■ **PROBLEM DESCRIPTION**
Give back each line of the listing precisely as written.

■ **RECORDED INFORMATION**
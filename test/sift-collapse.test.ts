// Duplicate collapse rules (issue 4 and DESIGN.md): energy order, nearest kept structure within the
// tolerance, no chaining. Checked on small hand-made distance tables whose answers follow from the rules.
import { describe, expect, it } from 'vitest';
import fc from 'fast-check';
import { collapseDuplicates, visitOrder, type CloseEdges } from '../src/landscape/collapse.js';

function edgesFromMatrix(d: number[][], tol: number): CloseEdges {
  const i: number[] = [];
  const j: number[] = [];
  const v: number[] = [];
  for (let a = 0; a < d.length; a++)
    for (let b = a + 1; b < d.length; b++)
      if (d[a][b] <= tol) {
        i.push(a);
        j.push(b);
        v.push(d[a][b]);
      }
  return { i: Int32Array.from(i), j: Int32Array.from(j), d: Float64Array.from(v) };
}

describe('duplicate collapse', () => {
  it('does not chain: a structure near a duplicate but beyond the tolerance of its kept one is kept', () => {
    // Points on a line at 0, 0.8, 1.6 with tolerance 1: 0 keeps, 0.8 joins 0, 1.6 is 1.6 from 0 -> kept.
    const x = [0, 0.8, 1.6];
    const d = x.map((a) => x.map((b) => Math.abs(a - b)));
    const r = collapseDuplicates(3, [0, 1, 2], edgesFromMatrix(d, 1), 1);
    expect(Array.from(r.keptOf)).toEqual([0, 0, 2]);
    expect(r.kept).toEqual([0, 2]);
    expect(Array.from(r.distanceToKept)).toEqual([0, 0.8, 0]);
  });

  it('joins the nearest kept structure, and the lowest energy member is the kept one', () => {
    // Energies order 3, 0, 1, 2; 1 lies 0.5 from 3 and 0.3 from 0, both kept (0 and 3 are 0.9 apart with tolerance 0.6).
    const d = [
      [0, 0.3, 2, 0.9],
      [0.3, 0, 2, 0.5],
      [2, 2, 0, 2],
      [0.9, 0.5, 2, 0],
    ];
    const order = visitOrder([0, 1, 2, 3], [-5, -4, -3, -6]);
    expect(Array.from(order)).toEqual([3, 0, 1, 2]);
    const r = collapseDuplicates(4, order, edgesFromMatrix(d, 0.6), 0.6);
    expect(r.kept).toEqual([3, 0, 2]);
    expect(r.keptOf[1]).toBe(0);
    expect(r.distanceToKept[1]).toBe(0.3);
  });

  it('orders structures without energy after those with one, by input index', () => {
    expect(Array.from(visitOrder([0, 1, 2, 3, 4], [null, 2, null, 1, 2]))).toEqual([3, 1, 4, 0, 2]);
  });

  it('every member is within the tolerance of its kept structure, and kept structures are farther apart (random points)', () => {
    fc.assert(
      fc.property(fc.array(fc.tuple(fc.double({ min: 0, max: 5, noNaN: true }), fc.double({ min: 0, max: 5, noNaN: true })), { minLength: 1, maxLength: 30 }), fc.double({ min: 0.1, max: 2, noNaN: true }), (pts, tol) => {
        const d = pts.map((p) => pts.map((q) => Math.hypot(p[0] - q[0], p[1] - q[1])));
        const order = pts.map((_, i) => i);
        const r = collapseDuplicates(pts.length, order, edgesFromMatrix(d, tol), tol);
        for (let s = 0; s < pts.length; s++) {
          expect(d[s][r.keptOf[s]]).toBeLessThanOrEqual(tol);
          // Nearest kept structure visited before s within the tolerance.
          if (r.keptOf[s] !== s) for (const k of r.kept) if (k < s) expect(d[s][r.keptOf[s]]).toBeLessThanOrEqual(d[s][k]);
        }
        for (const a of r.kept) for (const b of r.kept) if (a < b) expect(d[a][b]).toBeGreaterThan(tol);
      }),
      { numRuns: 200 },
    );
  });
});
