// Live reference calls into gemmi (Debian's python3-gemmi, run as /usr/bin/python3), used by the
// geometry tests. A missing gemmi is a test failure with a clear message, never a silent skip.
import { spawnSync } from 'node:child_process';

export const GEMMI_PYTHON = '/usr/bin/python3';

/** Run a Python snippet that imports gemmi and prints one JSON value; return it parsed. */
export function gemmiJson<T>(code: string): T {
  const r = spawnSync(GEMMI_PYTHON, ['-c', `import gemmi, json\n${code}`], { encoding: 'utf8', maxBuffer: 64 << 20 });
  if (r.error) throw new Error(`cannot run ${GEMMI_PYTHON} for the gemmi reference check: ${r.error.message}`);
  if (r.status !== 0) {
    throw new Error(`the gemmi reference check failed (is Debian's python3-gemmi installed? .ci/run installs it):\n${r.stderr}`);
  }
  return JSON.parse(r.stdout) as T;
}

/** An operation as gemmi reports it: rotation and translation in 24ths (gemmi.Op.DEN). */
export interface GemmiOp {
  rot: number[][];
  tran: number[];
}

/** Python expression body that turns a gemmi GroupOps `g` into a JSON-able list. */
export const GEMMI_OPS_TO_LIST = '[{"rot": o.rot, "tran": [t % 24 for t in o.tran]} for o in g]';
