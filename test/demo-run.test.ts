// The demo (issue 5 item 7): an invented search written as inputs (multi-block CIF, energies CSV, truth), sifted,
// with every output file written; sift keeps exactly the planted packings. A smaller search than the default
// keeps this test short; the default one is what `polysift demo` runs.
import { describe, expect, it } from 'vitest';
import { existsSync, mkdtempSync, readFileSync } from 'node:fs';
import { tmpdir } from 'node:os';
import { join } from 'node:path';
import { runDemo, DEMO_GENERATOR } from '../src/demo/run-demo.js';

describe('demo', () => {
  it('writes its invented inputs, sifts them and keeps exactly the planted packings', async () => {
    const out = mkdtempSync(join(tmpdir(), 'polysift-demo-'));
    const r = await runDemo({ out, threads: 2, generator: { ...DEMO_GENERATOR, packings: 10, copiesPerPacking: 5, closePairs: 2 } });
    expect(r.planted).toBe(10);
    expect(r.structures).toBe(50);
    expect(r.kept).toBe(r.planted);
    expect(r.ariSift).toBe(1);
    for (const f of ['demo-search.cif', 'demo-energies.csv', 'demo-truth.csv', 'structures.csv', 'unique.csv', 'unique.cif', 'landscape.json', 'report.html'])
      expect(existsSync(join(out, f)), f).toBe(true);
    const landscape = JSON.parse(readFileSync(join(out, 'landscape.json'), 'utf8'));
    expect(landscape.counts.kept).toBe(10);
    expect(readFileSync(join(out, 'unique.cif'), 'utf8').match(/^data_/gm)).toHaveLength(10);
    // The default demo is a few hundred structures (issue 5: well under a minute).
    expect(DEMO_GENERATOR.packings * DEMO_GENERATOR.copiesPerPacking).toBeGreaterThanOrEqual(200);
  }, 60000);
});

■ **RESPONSE TO THIS TASK**
filename test/sift-collapse.test.ts
// Duplicate collapse rules (issue 4 and DESIGN.md): energy order, nearest kept structure within the
// tolerance, no chaining. Checked on small hand-made distance tables whose answers follow from the rules.
import { describe, expect, it } from 'vitest';
import fc from 'fast-check';
import { collapseDuplicates, visitOrder, type CloseEdges } from '../src/landscape/collapse.js';

function edgesFromMatrix(d: number[][], tol: number): CloseEdges {
  const i: number[] = [];
  const j: number[] = [];
  const v: number[] = [];
  for (let a = 0; a < d.length; a++)
    for (let b = a + 1; b < d.length; b++)
      if (d[a][b] <= tol) {
        i.push(a);
        j.push(b);
        v.push(d[a][b]);
      }
  return { i: Int32Array.from(i), j: Int32Array.from(j), d: Float64Array.from(v) };
}

describe('duplicate collapse', () => {
  it('does not chain: a structure near a duplicate but beyond the tolerance of its kept one is kept', () => {
    // Points on a line at 0, 0.8, 1.6 with tolerance 1: 0 keeps, 0.8 joins 0, 1.6 is 1.6 from 0 -> kept.
    const x = [0, 0.8, 1.6];
    const d = x.map((a) => x.map((b) => Math.abs(a - b)));
    const r = collapseDuplicates(3, [0, 1, 2], edgesFromMatrix(d, 1), 1);
    expect(Array.from(r.keptOf)).toEqual([0, 0, 2]);
    expect(r.kept).toEqual([0, 2]);
    expect(Array.from(r.distanceToKept)).toEqual([0, 0.8, 0]);
  });

  it('joins the nearest kept structure, and the lowest energy member is the kept one', () => {
    // Energies order 3, 0, 1, 2; 1 lies 0.5 from 3 and 0.3 from 0, both kept (0 and 3 are 0.9 apart with tolerance 0.6).
    const d = [
      [0, 0.3, 2, 0.9],
      [0.3, 0, 2, 0.5],
      [2, 2, 0, 2],
      [0.9, 0.5, 2, 0],
    ];
    const order = visitOrder([0, 1, 2, 3], [-5, -4, -3, -6]);
    expect(Array.from(order)).toEqual([3, 0, 1, 2]);
    const r = collapseDuplicates(4, order, edgesFromMatrix(d, 0.6), 0.6);
    expect(r.kept).toEqual([3, 0, 2]);
    expect(r.keptOf[1]).toBe(0);
    expect(r.distanceToKept[1]).toBe(0.3);
  });

  it('orders structures without energy after those with one, by input index', () => {
    expect(Array.from(visitOrder([0, 1, 2, 3, 4], [null, 2, null, 1, 2]))).toEqual([3, 1, 4, 0, 2]);
  });

  it('every member is within the tolerance of its kept structure, and kept structures are farther apart (random points)', () => {
    fc.assert(
      fc.property(fc.array(fc.tuple(fc.double({ min: 0, max: 5, noNaN: true }), fc.double({ min: 0, max: 5, noNaN: true })), { minLength: 1, maxLength: 30 }), fc.double({ min: 0.1, max: 2, noNaN: true }), (pts, tol) => {
        const d = pts.map((p) => pts.map((q) => Math.hypot(p[0] - q[0], p[1] - q[1])));
        const order = pts.map((_, i) => i);
        const r = collapseDuplicates(pts.length, order, edgesFromMatrix(d, tol), tol);
        for (let s = 0; s < pts.length; s++) {
          expect(d[s][r.keptOf[s]]).toBeLessThanOrEqual(tol);
          // Nearest kept structure visited before s within the tolerance.
          if (r.keptOf[s] !== s) for (const k of r.kept) if (k < s) expect(d[s][r.keptOf[s]]).toBeLessThanOrEqual(d[s][k]);
        }
        for (const a of r.kept) for (const b of r.kept) if (a < b) expect(d[a][b]).toBeGreaterThan(tol);
      }),
      { numRuns: 200 },
    );
  });
});
// Live reference calls into gemmi (Debian's python3-gemmi, run as /usr/bin/python3), used by the
// geometry tests. A missing gemmi is a test failure with a clear message, never a silent skip.
import { spawnSync } from 'node:child_process';

export const GEMMI_PYTHON = '/usr/bin/python3';

/** Run a Python snippet that imports gemmi and prints one JSON value; return it parsed. */
export function gemmiJson<T>(code: string): T {
  const r = spawnSync(GEMMI_PYTHON, ['-c', `import gemmi, json\n${code}`], { encoding: 'utf8', maxBuffer: 64 << 20 });
  if (r.error) throw new Error(`cannot run ${GEMMI_PYTHON} for the gemmi reference check: ${r.error.message}`);
  if (r.status !== 0) {
    throw new Error(`the gemmi reference check failed (is Debian's python3-gemmi installed? .ci/run installs it):\n${r.stderr}`);
  }
  return JSON.parse(r.stdout) as T;
}

/** An operation as gemmi reports it: rotation and translation in 24ths (gemmi.Op.DEN). */
export interface GemmiOp {
  rot: number[][];
  tran: number[];
}

/** Python expression body that turns a gemmi GroupOps `g` into a JSON-able list. */
export const GEMMI_OPS_TO_LIST = '[{"rot": o.rot, "tran": [t % 24 for t in o.tran]} for o in g]';
filename test/demo-run.test.ts
// The demo (issue 5 item 7): an invented search written as inputs (multi-block CIF, energies CSV, truth), sifted,
// with every output file written; sift keeps exactly the planted packings. A smaller search than the default
// keeps this test short; the default one is what `polysift demo` runs.
import { describe, expect, it } from 'vitest';
import { existsSync, mkdtempSync, readFileSync } from 'node:fs';
import { tmpdir } from 'node:os';
import { join } from 'node:path';
import { runDemo, DEMO_GENERATOR } from '../src/demo/run-demo.js';

describe('demo', () => {
  it('writes its invented inputs, sifts them and keeps exactly the planted packings', async () => {
    const out = mkdtempSync(join(tmpdir(), 'polysift-demo-'));
    const r = await runDemo({ out, threads: 2, generator: { ...DEMO_GENERATOR, packings: 10, copiesPerPacking: 5, closePairs: 2 } });
    expect(r.planted).toBe(10);
    expect(r.structures).toBe(50);
    expect(r.kept).toBe(r.planted);
    expect(r.ariSift).toBe(1);
    for (const f of ['demo-search.cif', 'demo-energies.csv', 'demo-truth.csv', 'structures.csv', 'unique.csv', 'unique.cif', 'landscape.json', 'report.html'])
      expect(existsSync(join(out, f)), f).toBe(true);
    const landscape = JSON.parse(readFileSync(join(out, 'landscape.json'), 'utf8'));
    expect(landscape.counts.kept).toBe(10);
    expect(readFileSync(join(out, 'unique.cif'), 'utf8').match(/^data_/gm)).toHaveLength(10);
    // The default demo is a few hundred structures (issue 5: well under a minute).
    expect(DEMO_GENERATOR.packings * DEMO_GENERATOR.copiesPerPacking).toBeGreaterThanOrEqual(200);
  }, 60000);
});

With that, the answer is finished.